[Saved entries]
- - - - - - -

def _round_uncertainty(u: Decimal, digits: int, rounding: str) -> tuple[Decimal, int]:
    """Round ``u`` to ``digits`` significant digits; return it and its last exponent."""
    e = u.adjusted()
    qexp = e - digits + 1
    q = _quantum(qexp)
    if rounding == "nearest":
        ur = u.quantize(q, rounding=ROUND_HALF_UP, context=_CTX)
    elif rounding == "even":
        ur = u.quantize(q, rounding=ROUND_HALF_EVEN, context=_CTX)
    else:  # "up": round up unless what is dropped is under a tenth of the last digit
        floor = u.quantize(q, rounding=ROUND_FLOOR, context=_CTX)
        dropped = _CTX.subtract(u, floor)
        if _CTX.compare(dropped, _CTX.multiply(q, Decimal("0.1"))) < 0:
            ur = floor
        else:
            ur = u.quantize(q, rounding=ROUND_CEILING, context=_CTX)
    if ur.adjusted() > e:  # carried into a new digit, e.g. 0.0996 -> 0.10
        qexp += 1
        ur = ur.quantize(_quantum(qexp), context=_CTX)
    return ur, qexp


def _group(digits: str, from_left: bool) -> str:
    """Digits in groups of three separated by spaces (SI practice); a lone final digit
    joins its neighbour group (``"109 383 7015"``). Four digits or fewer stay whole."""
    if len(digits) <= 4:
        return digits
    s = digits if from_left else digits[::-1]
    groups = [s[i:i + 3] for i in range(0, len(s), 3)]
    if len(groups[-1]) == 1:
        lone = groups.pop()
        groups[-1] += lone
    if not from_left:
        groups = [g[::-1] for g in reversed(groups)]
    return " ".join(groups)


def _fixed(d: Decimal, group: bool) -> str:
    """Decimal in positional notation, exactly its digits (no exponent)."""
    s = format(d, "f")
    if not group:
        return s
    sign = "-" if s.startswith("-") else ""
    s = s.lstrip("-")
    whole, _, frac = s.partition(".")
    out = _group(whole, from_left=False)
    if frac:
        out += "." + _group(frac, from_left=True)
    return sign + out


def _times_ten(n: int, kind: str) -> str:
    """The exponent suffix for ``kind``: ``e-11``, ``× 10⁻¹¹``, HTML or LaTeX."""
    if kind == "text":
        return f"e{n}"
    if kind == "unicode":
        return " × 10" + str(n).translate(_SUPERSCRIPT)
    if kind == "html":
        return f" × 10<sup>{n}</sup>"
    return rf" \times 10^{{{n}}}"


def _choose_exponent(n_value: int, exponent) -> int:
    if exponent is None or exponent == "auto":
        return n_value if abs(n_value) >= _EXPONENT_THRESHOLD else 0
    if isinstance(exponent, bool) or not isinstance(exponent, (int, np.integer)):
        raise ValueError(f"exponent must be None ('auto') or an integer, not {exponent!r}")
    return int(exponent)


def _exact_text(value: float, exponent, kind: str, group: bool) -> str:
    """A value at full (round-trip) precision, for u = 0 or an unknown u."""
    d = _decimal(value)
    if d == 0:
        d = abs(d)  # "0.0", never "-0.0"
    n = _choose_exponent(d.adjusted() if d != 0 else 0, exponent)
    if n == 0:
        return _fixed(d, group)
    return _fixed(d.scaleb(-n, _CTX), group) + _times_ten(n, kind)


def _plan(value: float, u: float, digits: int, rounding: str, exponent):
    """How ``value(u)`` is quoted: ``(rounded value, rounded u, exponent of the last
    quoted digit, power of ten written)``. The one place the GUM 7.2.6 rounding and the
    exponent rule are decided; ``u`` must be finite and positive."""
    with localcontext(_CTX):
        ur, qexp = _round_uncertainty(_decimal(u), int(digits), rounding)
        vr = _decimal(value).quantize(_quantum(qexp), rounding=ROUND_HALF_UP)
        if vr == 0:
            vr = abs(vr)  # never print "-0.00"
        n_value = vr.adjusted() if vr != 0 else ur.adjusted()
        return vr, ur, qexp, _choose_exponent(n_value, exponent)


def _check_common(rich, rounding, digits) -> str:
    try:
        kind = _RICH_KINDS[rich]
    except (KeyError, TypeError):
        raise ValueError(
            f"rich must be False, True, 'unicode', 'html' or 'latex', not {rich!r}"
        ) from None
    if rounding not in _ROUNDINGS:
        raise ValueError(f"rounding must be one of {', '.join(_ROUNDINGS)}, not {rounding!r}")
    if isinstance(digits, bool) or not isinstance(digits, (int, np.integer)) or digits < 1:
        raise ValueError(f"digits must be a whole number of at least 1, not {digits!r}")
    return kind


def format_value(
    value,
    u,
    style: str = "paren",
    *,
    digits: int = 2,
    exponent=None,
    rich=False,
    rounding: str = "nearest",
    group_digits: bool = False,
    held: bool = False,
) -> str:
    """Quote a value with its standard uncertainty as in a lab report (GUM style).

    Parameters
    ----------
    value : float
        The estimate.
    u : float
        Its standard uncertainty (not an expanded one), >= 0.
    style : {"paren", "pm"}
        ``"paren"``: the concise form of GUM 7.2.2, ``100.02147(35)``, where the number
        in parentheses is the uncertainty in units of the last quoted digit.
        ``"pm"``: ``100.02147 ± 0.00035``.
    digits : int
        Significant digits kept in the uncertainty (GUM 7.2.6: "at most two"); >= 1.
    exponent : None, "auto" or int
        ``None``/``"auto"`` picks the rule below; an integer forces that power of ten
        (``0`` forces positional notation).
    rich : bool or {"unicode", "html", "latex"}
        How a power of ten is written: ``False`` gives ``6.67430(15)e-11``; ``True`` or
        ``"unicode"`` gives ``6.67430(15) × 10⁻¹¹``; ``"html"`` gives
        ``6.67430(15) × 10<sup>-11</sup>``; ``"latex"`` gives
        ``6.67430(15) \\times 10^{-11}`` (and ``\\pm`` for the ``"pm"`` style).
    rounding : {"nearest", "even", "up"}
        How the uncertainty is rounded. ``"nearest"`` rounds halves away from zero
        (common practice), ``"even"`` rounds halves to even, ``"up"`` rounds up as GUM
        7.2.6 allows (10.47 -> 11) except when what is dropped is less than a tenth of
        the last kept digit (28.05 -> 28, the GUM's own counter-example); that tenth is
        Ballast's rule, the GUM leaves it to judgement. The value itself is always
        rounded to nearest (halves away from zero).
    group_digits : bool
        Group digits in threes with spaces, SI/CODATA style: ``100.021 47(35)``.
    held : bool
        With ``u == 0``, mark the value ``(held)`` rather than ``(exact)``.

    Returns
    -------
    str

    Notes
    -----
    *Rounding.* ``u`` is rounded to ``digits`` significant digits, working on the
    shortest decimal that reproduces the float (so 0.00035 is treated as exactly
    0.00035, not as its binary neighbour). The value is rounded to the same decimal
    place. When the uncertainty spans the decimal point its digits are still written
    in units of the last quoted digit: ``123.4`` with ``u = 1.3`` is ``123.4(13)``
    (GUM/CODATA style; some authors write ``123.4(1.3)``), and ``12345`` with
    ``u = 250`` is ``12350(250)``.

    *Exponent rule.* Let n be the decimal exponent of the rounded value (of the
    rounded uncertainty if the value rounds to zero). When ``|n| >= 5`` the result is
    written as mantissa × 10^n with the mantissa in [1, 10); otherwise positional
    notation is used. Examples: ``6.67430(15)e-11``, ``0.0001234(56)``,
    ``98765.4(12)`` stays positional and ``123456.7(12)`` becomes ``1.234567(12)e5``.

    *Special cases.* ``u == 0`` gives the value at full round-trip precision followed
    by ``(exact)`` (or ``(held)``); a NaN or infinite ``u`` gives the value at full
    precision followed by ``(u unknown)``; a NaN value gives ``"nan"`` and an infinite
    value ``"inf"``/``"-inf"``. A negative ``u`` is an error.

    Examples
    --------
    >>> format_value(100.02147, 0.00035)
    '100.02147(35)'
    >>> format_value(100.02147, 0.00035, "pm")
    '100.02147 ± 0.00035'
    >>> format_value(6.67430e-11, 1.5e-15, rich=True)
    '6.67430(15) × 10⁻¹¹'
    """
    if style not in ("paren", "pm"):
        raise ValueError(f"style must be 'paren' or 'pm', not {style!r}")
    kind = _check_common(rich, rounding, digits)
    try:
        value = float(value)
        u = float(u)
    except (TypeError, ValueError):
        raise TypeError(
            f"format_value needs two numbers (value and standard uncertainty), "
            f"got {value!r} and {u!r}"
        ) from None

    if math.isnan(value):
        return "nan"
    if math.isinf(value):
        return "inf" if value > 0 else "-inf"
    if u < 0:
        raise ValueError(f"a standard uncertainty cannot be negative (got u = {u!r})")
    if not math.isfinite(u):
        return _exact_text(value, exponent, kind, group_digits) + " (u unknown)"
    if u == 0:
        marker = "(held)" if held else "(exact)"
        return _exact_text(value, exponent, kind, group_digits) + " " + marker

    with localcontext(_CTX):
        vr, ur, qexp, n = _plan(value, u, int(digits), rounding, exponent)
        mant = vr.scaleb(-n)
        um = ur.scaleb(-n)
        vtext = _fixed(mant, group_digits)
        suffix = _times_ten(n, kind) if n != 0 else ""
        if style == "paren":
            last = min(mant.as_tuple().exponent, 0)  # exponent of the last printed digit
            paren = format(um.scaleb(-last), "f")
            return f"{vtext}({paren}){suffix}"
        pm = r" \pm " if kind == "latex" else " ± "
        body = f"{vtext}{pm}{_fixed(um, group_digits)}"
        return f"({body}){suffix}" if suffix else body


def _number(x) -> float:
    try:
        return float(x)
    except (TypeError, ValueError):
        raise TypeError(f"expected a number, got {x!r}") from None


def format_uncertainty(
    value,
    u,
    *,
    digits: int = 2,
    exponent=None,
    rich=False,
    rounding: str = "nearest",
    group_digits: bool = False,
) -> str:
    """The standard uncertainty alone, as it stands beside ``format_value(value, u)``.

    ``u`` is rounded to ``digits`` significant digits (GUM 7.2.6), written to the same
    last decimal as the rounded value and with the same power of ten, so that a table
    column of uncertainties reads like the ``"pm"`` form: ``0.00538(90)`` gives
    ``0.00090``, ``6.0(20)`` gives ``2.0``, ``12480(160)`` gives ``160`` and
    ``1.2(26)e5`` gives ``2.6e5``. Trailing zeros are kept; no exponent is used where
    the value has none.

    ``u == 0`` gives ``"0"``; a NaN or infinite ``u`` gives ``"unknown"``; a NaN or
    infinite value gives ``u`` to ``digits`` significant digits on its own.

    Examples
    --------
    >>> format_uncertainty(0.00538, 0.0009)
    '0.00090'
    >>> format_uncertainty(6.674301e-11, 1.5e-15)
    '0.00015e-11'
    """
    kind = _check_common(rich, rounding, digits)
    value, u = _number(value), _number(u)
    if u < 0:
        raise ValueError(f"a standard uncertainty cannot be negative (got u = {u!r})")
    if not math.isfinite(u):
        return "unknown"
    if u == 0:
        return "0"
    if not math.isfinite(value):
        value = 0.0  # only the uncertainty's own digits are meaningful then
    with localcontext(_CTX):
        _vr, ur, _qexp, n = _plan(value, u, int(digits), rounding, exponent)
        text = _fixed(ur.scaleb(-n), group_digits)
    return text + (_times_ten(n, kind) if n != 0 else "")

- - - - - - -

- **Required action**: Among the lines above, find those with the word "kept". Copy them.

- **Task output**:
        Significant digits kept in the uncertainty (GUM 7.2.6: "at most two"); >= 1.
        the last kept digit (28.05 -> 28, the GUM's own counter-example); that tenth is
    ``1.2(26)e5`` gives ``2.6e5``. Trailing zeros are kept; no exponent is used where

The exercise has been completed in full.